I primi applausi furono timidi, ma più parlava e incitava la folla contro il Governo e più aumentava il consenso, misurabile dal volume degli applausi. Quella stessa sera fu ospite a cena del più importante ristorante della città. Al suo lungo tavolo sedettero uomini di ogni genere tra quelli rimasti in città: dal professionista, al sempliciotto, dal gendarme al commerciante. Anche io riuscii a intrufolarmi per ascoltare e mangiare qualcosa.

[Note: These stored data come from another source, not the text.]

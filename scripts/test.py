#!/usr/bin/env python3
"""Set up everything the tests need in a virtual environment of their own, and run them.

    python3 scripts/test.py                  all tests
    python3 scripts/test.py -k blank -x      arguments go to pytest

Needs Python 3.11 or later and, the first time, a package index to install from.
"""

from __future__ import annotations

import argparse
import subprocess
import sys
from pathlib import Path

sys.path.insert(0, str(Path(__file__).resolve().parent))
from environment import ROOT, python_with_tinctor


def main() -> int:
    """Run pytest; return its exit code."""
    parser = argparse.ArgumentParser(description=__doc__, formatter_class=argparse.RawDescriptionHelpFormatter)
    parser.add_argument("--setup-only", action="store_true", help="make the environment and stop")
    options, arguments = parser.parse_known_args()
    python = python_with_tinctor(extra="dev")
    if options.setup_only:
        return 0
    return subprocess.run([str(python), "-m", "pytest", *arguments], cwd=ROOT, check=False).returncode


if __name__ == "__main__":
    raise SystemExit(main())
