#!/usr/bin/env python3
"""Set everything up and run the main job on the demonstration samples: a morning in a dye house that does not exist.

    python3 scripts/demo.py

Needs Python 3.11 or later and, the first time, a package index to install from. Everything it reads is invented; see
scripts/demo_data/README.md.
"""

from __future__ import annotations

import argparse
import csv
import io
import subprocess
import sys
from pathlib import Path

sys.path.insert(0, str(Path(__file__).resolve().parent))
from environment import ROOT, python_with_tinctor

DATA = "scripts/demo_data"
RESOLVE = [
    "resolve", f"{DATA}/vat-run.csv", "--samples", f"{DATA}/vat-run-samples.csv", "--library", "palewater-dyehouse",
    "-c", "hollin-yellow", "-c", "bramble-red", "-c", "tarn-blue", "--unit", "g/L", "-b", "offset", "-b", "scatter",
]  # fmt: skip

PLANNED = [
    "-l", "palewater-dyehouse", "-c", "hollin-yellow,bramble-red,tarn-blue",
    "--planned", "hollin-yellow=0.8,bramble-red=0.55,tarn-blue=0.6", "--unit", "g/L",
]  # fmt: skip

SERIES = [
    f"{DATA}/standards.csv", "--sheet", f"{DATA}/standards-sheet.csv", "--unit", "mg/L", "--stock-relative-u", "0.004",
]  # fmt: skip


def tinctor(python: Path, *arguments: str, show: bool = True) -> str:
    """Run a command, show it as one would type it, and return what it prints."""
    if show:
        print(f"\n$ tinctor {' '.join(arguments)}", flush=True)
    done = subprocess.run([str(python), "-m", "tinctor", *arguments], cwd=ROOT, text=True, stdout=subprocess.PIPE, check=False)
    if done.returncode:
        raise SystemExit(done.returncode)
    if show:
        print(done.stdout, end="", flush=True)
    return done.stdout


def compare(results: str) -> None:
    """Print how many intervals hold the truth, which for once is known."""
    rows = list(csv.DictReader(io.StringIO(results)))
    with (ROOT / DATA / "truth.csv").open(encoding="utf-8", newline="") as file:
        truth = {row["id"]: row for row in csv.DictReader(file)}
    sound = [row for row in rows if row["status"] == "accepted"]
    inside = sum(
        float(row["interval_low"]) <= float(truth[row["id"]][f"{row['component']}_g_per_L"]) <= float(row["interval_high"])
        for row in sound
    )
    print(f"\nThe baths are invented, so the truth is known: {inside} of {len(sound)} accepted figures hold it in their interval.")
    special = {row["id"]: row["special"] for row in truth.values() if row["special"] != "sound"}
    print("What was wrong with the samples, and what was said:")
    for sample, what in special.items():
        said = dict.fromkeys(flag for row in rows if row["id"] == sample for flag in row["flags"].split())
        print(f"  {sample:<10} {what:<52} {' '.join(said) or '-'}")


def main() -> int:
    """Run the demonstration."""
    argparse.ArgumentParser(description=__doc__, formatter_class=argparse.RawDescriptionHelpFormatter).parse_args()
    python = python_with_tinctor()
    tinctor(python, "library", "show", "palewater-dyehouse/tarn-blue")
    print("\nBefore measuring: can the dyes of bath 3 be told apart, and at which dilution?")
    tinctor(python, "overlap", *PLANNED, "--dilution-factor", "50")
    tinctor(python, "dilution", *PLANNED, "--cells-cm", "0.5,1")
    tinctor(python, *RESOLVE)
    compare(tinctor(python, *RESOLVE, "--format", "csv", show=False))
    print("\nA new lot of Tarn Blue, weighed: its record, and three baths of it alone.")
    tinctor(python, "standards", *SERIES, "--name", "tarn-blue-p208")
    tinctor(python, "determine", f"{DATA}/unknowns.csv", "--standards", *SERIES)
    return 0


if __name__ == "__main__":
    raise SystemExit(main())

Erano tutti affascinati dalle sue parole e dal suo carisma. Verso fine pasto si fece dare in nome del Sindaco e gli mandò da dire che il giorno successivo sarebbe andato nel suo studio a prendere le chiavi della città. E così fu: circondato e sostenuto da una esuberante folla, il giorno successivo si autoproclamò reggente. Nei giorni seguenti stabilì il suo centro operativo in un importante albergo e definì nuovi ruoli, affidando ai sostenitori più incalliti mansioni di maggiore prestigio. in città era tornato il fermento. Molti, anzi la maggior parte erano sovraeccitati, alcuni rimasero passivi, altri ebbero forti sospetti e furono messi da parte e additati come pericolosi.

In poco tempo, nella piazza del primo comizio improvvisato, fu alzata un’imponente impalcatura in tralicci di legno, creati abbattendo gli alberi dei boschi nei dintorni. L’idea era di farla divenire la struttura più alta della città, sulla cui sommità sarebbe stata montata una potente antenna in grado di inviare  un segnale radio e trasmettere al Governo centrale e tutti i comuni limitrofi l’indipendenza della cittadina. Il lavoro su intenso, la popolazione prese d’assalto la banca e l’ufficio postale, svuotando le casse con la compiacenza dei dipendenti. La nuova cassa comunale fu gestita direttamente dal neo-reggente, che usò parte dei soldi per l’acquisto del materiale necessario alla costruzione della torre radio.

Nel frattempo le nubi osservavano immobili e rumorose, ma nessuno ne aveva più timore, anzi, erano divenute oggetto di scherno e sfida.
Quando finalmente giunse il giorno della inaugurazione, tutt’intorno la torre erano state messe transenne per evitare imprudenti movimenti contro la struttura da parte della folla euforica per lo storico momento.
Il Reggente era in cima e attendeva accanto al trasmettitore il montaggio dell’antenna, che solerti operai stavano issando con un sistema di carrucole connesse fra loro.

Scesero tutti dopo l’ultimo fissaggio, lasciando l’uomo solo in cima, pronto per lanciare il messaggio che li avrebbe liberati. Lui prese il cono per amplificare la voce e con l’altra mano accese l’impianto radio.
Forse le nubi non attendevano altro che un innesco, una miccia in grado di far divampare la pioggia. Fu sufficiente la trasmissione di poche parole “Signori del Governo centrale, è il Reggente di …” che dalle nuvole uscì una saetta di tale energia da propagarsi attraverso l’antenna lungo tutta la gracile struttura di legno, riducendola in carboni ardenti, che non ebbero tempo neanche di divampare, perché sommersi da uno scrosciare d’acqua così intenso e rumoroso da far tremare i muri dei palazzi e i basoli della strada. Parve come un terremoto che si estese come un cerchio in uno stagno capovolto, dal centro della piazza verso la periferia della città. In poco tempo furono spazzate e rase al suolo capannine e bancarelle di sostenitori, stendardi e bandieruole. Tutti scomparvero riparandosi come e dove possibile. Io rimasi sotto l’ingresso della chiesa a osservare il movimento di quei poveri creduloni e illusi.

Successivamente la situazione si andò normalizzando. Per intima vergogna di ogni individuo attivo in quei giorni, di quell’uomo e quelle nubi non si parlò più. Io tornai al mio piccolo paesello e l’autunno successivo mi iscrissi alle scuole superiori per potere insegnare dopo il diploma  e raccontare per non far scordare,  quel che vissi durante l’estate dei miei quattordici anni.